Variations on this may work.. I’ve done this in a lot of different conditions, including of course ssh-ing into a box and attaching to the existing screen session, and also using ssh-agent just right to avoid having to type passwords all day long. More on that later, but for now, I just wanted to get this basic information out there.

The main idea is that the first attempt to attach to an existing screen session will fail, but if you try again in a new window it should work.

November 11th, 2004

bash programmable completion

Last week, I was trying to get my directories all set up in a new development environment, and I ended up with a really deep nesting of directories to get to my actual code. After organizing everything in a standard web application source tree way, with java source code in directories based on the package, and packages named with the standard Sun-recommended naming convention, the path to one of my servlets looked something like this:

/home/spugbrap/projects/appName/src/com/baz/\
bar/foo/servlet/MyServlet.java

I created some soft links to get to specific places within the tree, but sometimes traversing the tree is necessary/useful. Most of the directories in the package hierarchy are *basically* empty except for a single subdirectory, so tab completion should come in handy.

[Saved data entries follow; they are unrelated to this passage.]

// Times what issue 8 measured for one very long line: a log whose second line is a single comment line of
// 60 MB (and 120 MB), through the upload API of a real server process, from POST to status `done`, with the
// server's peak memory. The line must be skipped as it streams past (rejected as line_too_long, never held
// whole), in time linear in its length, and sign-ins must answer meanwhile. Run alone:
//   node_modules/.bin/tsx bench/long-lines.ts [sizes in MB, default 60,120]
import { spawn } from "node:child_process";
import { createWriteStream, mkdtempSync, openAsBlob, rmSync } from "node:fs";
import { tmpdir } from "node:os";
import { dirname, join } from "node:path";
import { fileURLToPath } from "node:url";
import { freePort, peakRssMb, waitForHealth } from "./ingest.ts";
import { serverCommand } from "../scripts/server-bundle.mjs";

const root = join(dirname(fileURLToPath(import.meta.url)), "..");
const PASSWORD = "long-lines-password-1";

/** A small valid log with one comment line of `megabytes` MB after the header. */
async function writeLongLineLog(path: string, megabytes: number): Promise<void> {
  const out = createWriteStream(path);
  const write = (text: string) => new Promise<void>((resolve) => (out.write(text) ? resolve() : out.once("drain", resolve)));
  await write("time_utc,seeing_arcsec,zenith_deg\n# ");
  const chunk = "x".repeat(1024 * 1024);
  for (let index = 0; index < megabytes; index += 1) await write(chunk);
  await write("\n2025-04-08T03:00:00Z,0.8,20\n2025-04-08T03:01:00Z,0.9,21\n");
  await new Promise<void>((resolve) => out.end(resolve));
}

const sizes = (process.argv[2] ?? "60,120").split(",").map(Number);
const work = mkdtempSync(join(tmpdir(), "calmcrest-long-lines-"));
const port = await freePort();
const base = `http://127.0.0.1:${port}`;
const server = spawn(process.execPath, serverCommand().args, {
  cwd: join(root, "apps/server"),
  env: { ...process.env, PORT: String(port), HOST: "127.0.0.1", CALMCREST_DATA_DIR: join(work, "data"), CALMCREST_SEED: "users", DEMO_PASSWORD: PASSWORD, NODE_ENV: "development" },
  stdio: ["ignore", "ignore", "inherit"],
});
try {
  await waitForHealth(base, server, 60_000);
  const signIn = () =>
    fetch(`${base}/api/auth/sign-in`, { method: "POST", headers: { Origin: base, "Content-Type": "application/json" }, body: JSON.stringify({ email: "lead@calmcrest.test", password: PASSWORD }) });
  const first = await signIn();
  const headers = { Origin: base, Cookie: (first.headers.get("set-cookie") ?? "").split(";")[0] ?? "" };
  const post = async (path: string, body: unknown) =>
    (await (await fetch(`${base}${path}`, { method: "POST", headers: { ...headers, "Content-Type": "application/json" }, body: JSON.stringify(body) })).json()) as { id: number };
  const site = await post("/api/sites", { name: "Long Line Ridge", latitude: -27.42, longitude: -70.15, elevationM: 2650 });
  for (const megabytes of sizes) {
    const campaign = await post(`/api/sites/${site.id}/campaigns`, { name: `${megabytes} MB line`, monitor: { apertureMm: 60, baselineMm: 200, wavelengthNm: 500 } });
    const path = join(work, `line-${megabytes}.csv`);
    await writeLongLineLog(path, megabytes);
    const form = new FormData();
    form.append("file", await openAsBlob(path), `line-${megabytes}.csv`);
    const startedMs = performance.now();
    const posted = await fetch(`${base}/api/campaigns/${campaign.id}/uploads`, { method: "POST", headers, body: form });
    const acceptedMs = performance.now() - startedMs;
    const { upload } = (await posted.json()) as { upload: { id: number } };
    let slowestSignInMs = 0;
    let status: { status: string; samples: { read: number; accepted: number; rejectedByReason: Record<string, number> } };
    for (;;) {
      const signInStartedMs = performance.now();
      const signedIn = await signIn();
      slowestSignInMs = Math.max(slowestSignInMs, performance.now() - signInStartedMs);
      if (!signedIn.ok) throw new Error(`sign-in during the ingest: ${signedIn.status}`);
      status = (await (await fetch(`${base}/api/uploads/${upload.id}`, { headers })).json()) as typeof status;
      if (status.status !== "queued" && status.status !== "ingesting") break;
      await new Promise((resolve) => setTimeout(resolve, 100));
    }
    const doneS = (performance.now() - startedMs) / 1000;
    console.log(
      JSON.stringify({
        lineMb: megabytes,
        answer: posted.status,
        acceptedAfterMs: Math.round(acceptedMs),
        doneAfterS: Math.round(doneS * 100) / 100,
        status: status.status,
        samples: status.samples,
        slowestSignInMs: Math.round(slowestSignInMs),
        serverPeakRssMb: Math.round(peakRssMb(server.pid ?? 0)),
      }),
    );
    rmSync(path, { force: true });
  }
} finally {
  server.kill("SIGTERM");
  await new Promise((resolve) => server.once("exit", resolve));
  rmSync(work, { recursive: true, force: true });
}
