const COMPONENTS = [
  "code,name,parent,critical,class_item,counter",
  "ME,Main engine,,yes,ME-1,Main engine",
  "ME.CYL.1,Cylinder unit 1,ME,yes,,",
  "ME.CYL.2,Cylinder unit 2,ME,yes,,",
  "AE.1,Generator set 1,,no,,Generator 1",
].join("\n");
const COUNTERS = "counter,planned_hours_per_day\nMain engine,18\nGenerator 1,12\nEmergency generator,0.5\n";
const ROUTINES = [
  "code,component,title,every_hours,every,team,elapsed_hours,engine_stop,critical,checklist",
  'ME.CYL.1/OVH,ME.CYL.1,Piston overhaul,16000,,"second engineer; motorman x2",12,yes,yes,Isolate | Open doors',
  'ME.CYL.2/OVH,ME.CYL.2,Piston overhaul,16000,,"second engineer; motorman x2",12,yes,yes,Isolate | Open doors',
  "AE.1/OIL,AE.1,Lube oil change,1000,,fourth engineer,3,no,no,",
  "ME/CRANK,ME,Crankcase inspection,,every 6 months,second engineer,2,yes,yes,",
].join("\n");
const CHANGED_ROUTINES = ROUTINES.replace("AE.1/OIL,AE.1,Lube oil change,1000,", "AE.1/OIL,AE.1,Lube oil and filter change,1500,");
const LAST_DONE = "routine,done_on,counter_hours\nME.CYL.1/OVH,2025-11-20,900\nME.CYL.2/OVH,2025-11-20,900\nAE.1/OIL,2026-10-01,450\nME/CRANK,2026-09-01,\n";

type Named = { name: string; text: string };
const files = (...list: Named[]) => list;
const plan = (routines = ROUTINES) =>
  files({ name: "components.csv", text: COMPONENTS }, { name: "counters.csv", text: COUNTERS }, { name: "routines.csv", text: routines }, { name: "last-done.csv", text: LAST_DONE });

async function send<T>(session: Session | null, path: string, list: Named[], retire = false, vesselId = f.vesselA.id) {
  const form = new FormData();
  for (const x of list) form.append("file", new Blob([x.text], { type: "text/csv" }), x.name);
  if (retire) form.append("retire", "on");
  const response = await fetch(`${BASE_URL}/api/vessels/${vesselId}/import${path}`, {
    method: "POST",
    headers: { origin: BASE_URL, ...(session ? { cookie: session.cookie } : {}) },
    body: form,
  });
  const text = await response.text();
  return { status: response.status, body: (text ? JSON.parse(text) : null) as T };
}
const preview = (list: Named[], retire = false) => send<ImportPreview & Problem>(chief, "/preview", list, retire);
const apply = (list: Named[], retire = false) => send<ImportResult & Problem>(chief, "", list, retire);

/** The vessel's register and plan as rows without ids or times, for comparing two states. */
async function vesselState(vesselId = f.vesselA.id) {
  const db = testDb();
  const components = await db
    .select({ code: s.component.code, name: s.component.name, parent: s.component.parentId, critical: s.component.critical, counter: s.component.counterId })
    .from(s.component)
    .where(eq(s.component.vesselId, vesselId))
    .orderBy(s.component.code);
  const counters = await db.select({ name: s.counter.name, rate: s.counter.plannedHoursPerDay }).from(s.counter).where(eq(s.counter.vesselId, vesselId)).orderBy(s.counter.name);
  const routines = await db
    .select({ code: s.routine.code, title: s.routine.title, hours: s.routine.intervalHours, rule: s.routine.calendarRule, team: s.routine.team, revision: s.routine.revision, retired: s.routine.retiredAt, baselineHours: s.routine.baselineHours })
    .from(s.routine)
    .where(eq(s.routine.vesselId, vesselId))
    .orderBy(s.routine.code);
  return { components, counters, routines };
}

beforeAll(async () => {
  [f, other] = await Promise.all([createCompany("import"), createCompany("import-other")]);
  chief = await signIn(f.users["chief-engineer"].email, PASSWORD);
});
afterAll(closeTestDb);

describe("a plan with bad rows", () => {
  it("is previewed with each problem by file, row and column", async () => {
    const bad = ROUTINES.replace("every 6 months", "every 6 mnths").replace("AE.1/OIL,AE.1,", "AE.1/OIL,AE.9,");
    const res = await preview(files({ name: "components.csv", text: COMPONENTS }, { name: "counters.csv", text: COUNTERS }, { name: "routines.csv", text: bad }, { name: "last-done.csv", text: LAST_DONE }));
    expect(res.status).toBe(200);
    expect(res.body.problems).toEqual([
      { file: "routines.csv", row: 4, column: "component", message: "AE.9: no such component in the components file or on the vessel." },
      { file: "routines.csv", row: 5, column: "every", message: "“every 6 mnths” is not a rule Keelson reads — try “every 6 months”." },
    ]);
  });

  it("is refused whole when applied, naming the rows, and nothing is written", async () => {
    const before = await vesselState();
    const bad = ROUTINES.replace("every 6 months", "every 6 mnths");
    const res = await apply(files({ name: "components.csv", text: COMPONENTS }, { name: "counters.csv", text: COUNTERS }, { name: "routines.csv", text: bad }, { name: "last-done.csv", text: LAST_DONE }));
    expect(res.status).toBe(422);
    expect(res.body.detail).toMatch(/^The import was refused: 1 problem in the files\. Nothing was written\.$/);
    expect(res.body.errors?.map((e) => e.message)).toContain("routines.csv, row 5, every: “every 6 mnths” is not a rule Keelson reads — try “every 6 months”.");
    expect(await vesselState()).toEqual(before);
    expect(await testDb().select().from(s.vesselImport).where(eq(s.vesselImport.vesselId, f.vesselA.id))).toEqual([]);
  });
});

describe("a good plan", () => {
  it("is previewed as what it would create, and the known counters as the same", async () => {
    const res = await preview(plan());
    expect(res.status).toBe(200);
    expect(res.body.problems).toEqual([]);
    expect(res.body.counts).toEqual({
      counters: { create: 1, change: 1, same: 1, retire: 0 },
      components: { create: 4, change: 0, same: 0, retire: 0 },
      routines: { create: 4, change: 0, same: 0, retire: 0 },
      readings: { create: 0, change: 0, same: 0, retire: 0 },
    });
    // The fixture's main engine is planned at 12 h a day; the file says 18.
    expect(res.body.changes).toContainEqual({ kind: "counters", key: "Main engine", action: "change", fields: ["planned_hours_per_day"] });
  });

  it("is applied in one step, its files kept with the record, and applying it again changes nothing", async () => {
    const res = await apply(plan());
    expect(res.status).toBe(201);
    expect(res.body.counts.routines).toEqual({ created: 4, changed: 0, retired: 0 });
    const first = await vesselState();
    expect(first.components.map((c) => c.code)).toEqual(["AE.1", "ME", "ME.CYL.1", "ME.CYL.2"]);
    const me = first.components.find((c) => c.code === "ME")!;
    const meId = (await testDb().select({ id: s.component.id }).from(s.component).where(and(eq(s.component.vesselId, f.vesselA.id), eq(s.component.code, "ME"))))[0]!.id;
    expect(first.components.filter((c) => c.parent === meId).map((c) => c.code)).toEqual(["ME.CYL.1", "ME.CYL.2"]);
    expect(me.counter).toBe(f.counters.main.id);
    expect(first.counters).toEqual([
      { name: "Emergency generator", rate: 0.5 },
      { name: "Generator 1", rate: 12 },
      { name: "Main engine", rate: 18 },
    ]);
    expect(first.routines.find((r) => r.code === "ME/CRANK")).toMatchObject({ rule: "FREQ=MONTHLY;INTERVAL=6", hours: null });
    expect(first.routines.find((r) => r.code === "ME.CYL.1/OVH")).toMatchObject({ hours: 16000, baselineHours: 900 });

    const history = await fetch(`${BASE_URL}/api/vessels/${f.vesselA.id}/import`, { headers: { cookie: chief.cookie } });
    const { imports } = (await history.json()) as { imports: ImportRecord[] };
    expect(imports[0]).toMatchObject({ files: ["components.csv", "counters.csv", "routines.csv", "last-done.csv"], importedBy: expect.stringMatching(/^chief-engineer /) });
    const [record] = await testDb().select().from(s.vesselImport).where(eq(s.vesselImport.id, res.body.importId));
    expect(record!.objectKeys).toHaveLength(4);

    const again = await preview(plan());
    expect(again.body.counts.routines).toEqual({ create: 0, change: 0, same: 4, retire: 0 });
    expect(again.body.changes).toEqual([]);
    expect((await apply(plan())).status).toBe(201);
    expect(await vesselState()).toEqual(first);
  });

  it("updates what a changed file changed, and says so in the preview", async () => {
    const changed = CHANGED_ROUTINES;
    const res = await preview(plan(changed));
    expect(res.body.changes).toEqual([{ kind: "routines", key: "AE.1/OIL", action: "change", fields: ["title", "every_hours"] }]);
    expect((await apply(plan(changed))).status).toBe(201);
    const oil = (await vesselState()).routines.find((r) => r.code === "AE.1/OIL")!;
    expect(oil).toMatchObject({ title: "Lube oil and filter change", hours: 1500, revision: 2 });
  });

  it("retires the routines the file no longer lists only when asked", async () => {
    const fewer = CHANGED_ROUTINES.split("\n").filter((l) => !l.startsWith("ME/CRANK")).join("\n");
    const lastDone = LAST_DONE.split("\n").filter((l) => !l.startsWith("ME/CRANK")).join("\n");
    const list = files({ name: "routines.csv", text: fewer }, { name: "last-done.csv", text: lastDone });
    const kept = await preview(list);
    expect(kept.body.counts.routines).toMatchObject({ retire: 0 });
    const asked = await preview(list, true);
    expect(asked.body.changes).toEqual([{ kind: "routines", key: "ME/CRANK", action: "retire", fields: [] }]);
    expect((await apply(list, true)).status).toBe(201);
    const open = await testDb()
      .select({ code: s.routine.code })
      .from(s.routine)
      .where(and(eq(s.routine.vesselId, f.vesselA.id), isNull(s.routine.retiredAt)));
    expect(open.map((r) => r.code).sort()).toEqual(["AE.1/OIL", "ME.CYL.1/OVH", "ME.CYL.2/OVH"]);
  });
});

So, to get to that servlet directory from my home directory, I was doing something like this ( indicates where I attempted filename completion by hitting the tab key):

15:04:52 Thu Nov 11 [~]
$ cd pro/app/src/

uh oh. already ran into a problem. When I said the directories in the package hierarchy are *basically* empty, I didn’t mention they contain 1 subdirectory to get to the next level in the package hierarchy, as well as a CVS directory since this is all version controlled. So, when I got to the “src” directory, tab completion was not as useful as I had hoped. I needed a way to ignore the CVS directories when performing completion, so I could just do this to get to my final destination:

15:04:52 Thu Nov 11 [~]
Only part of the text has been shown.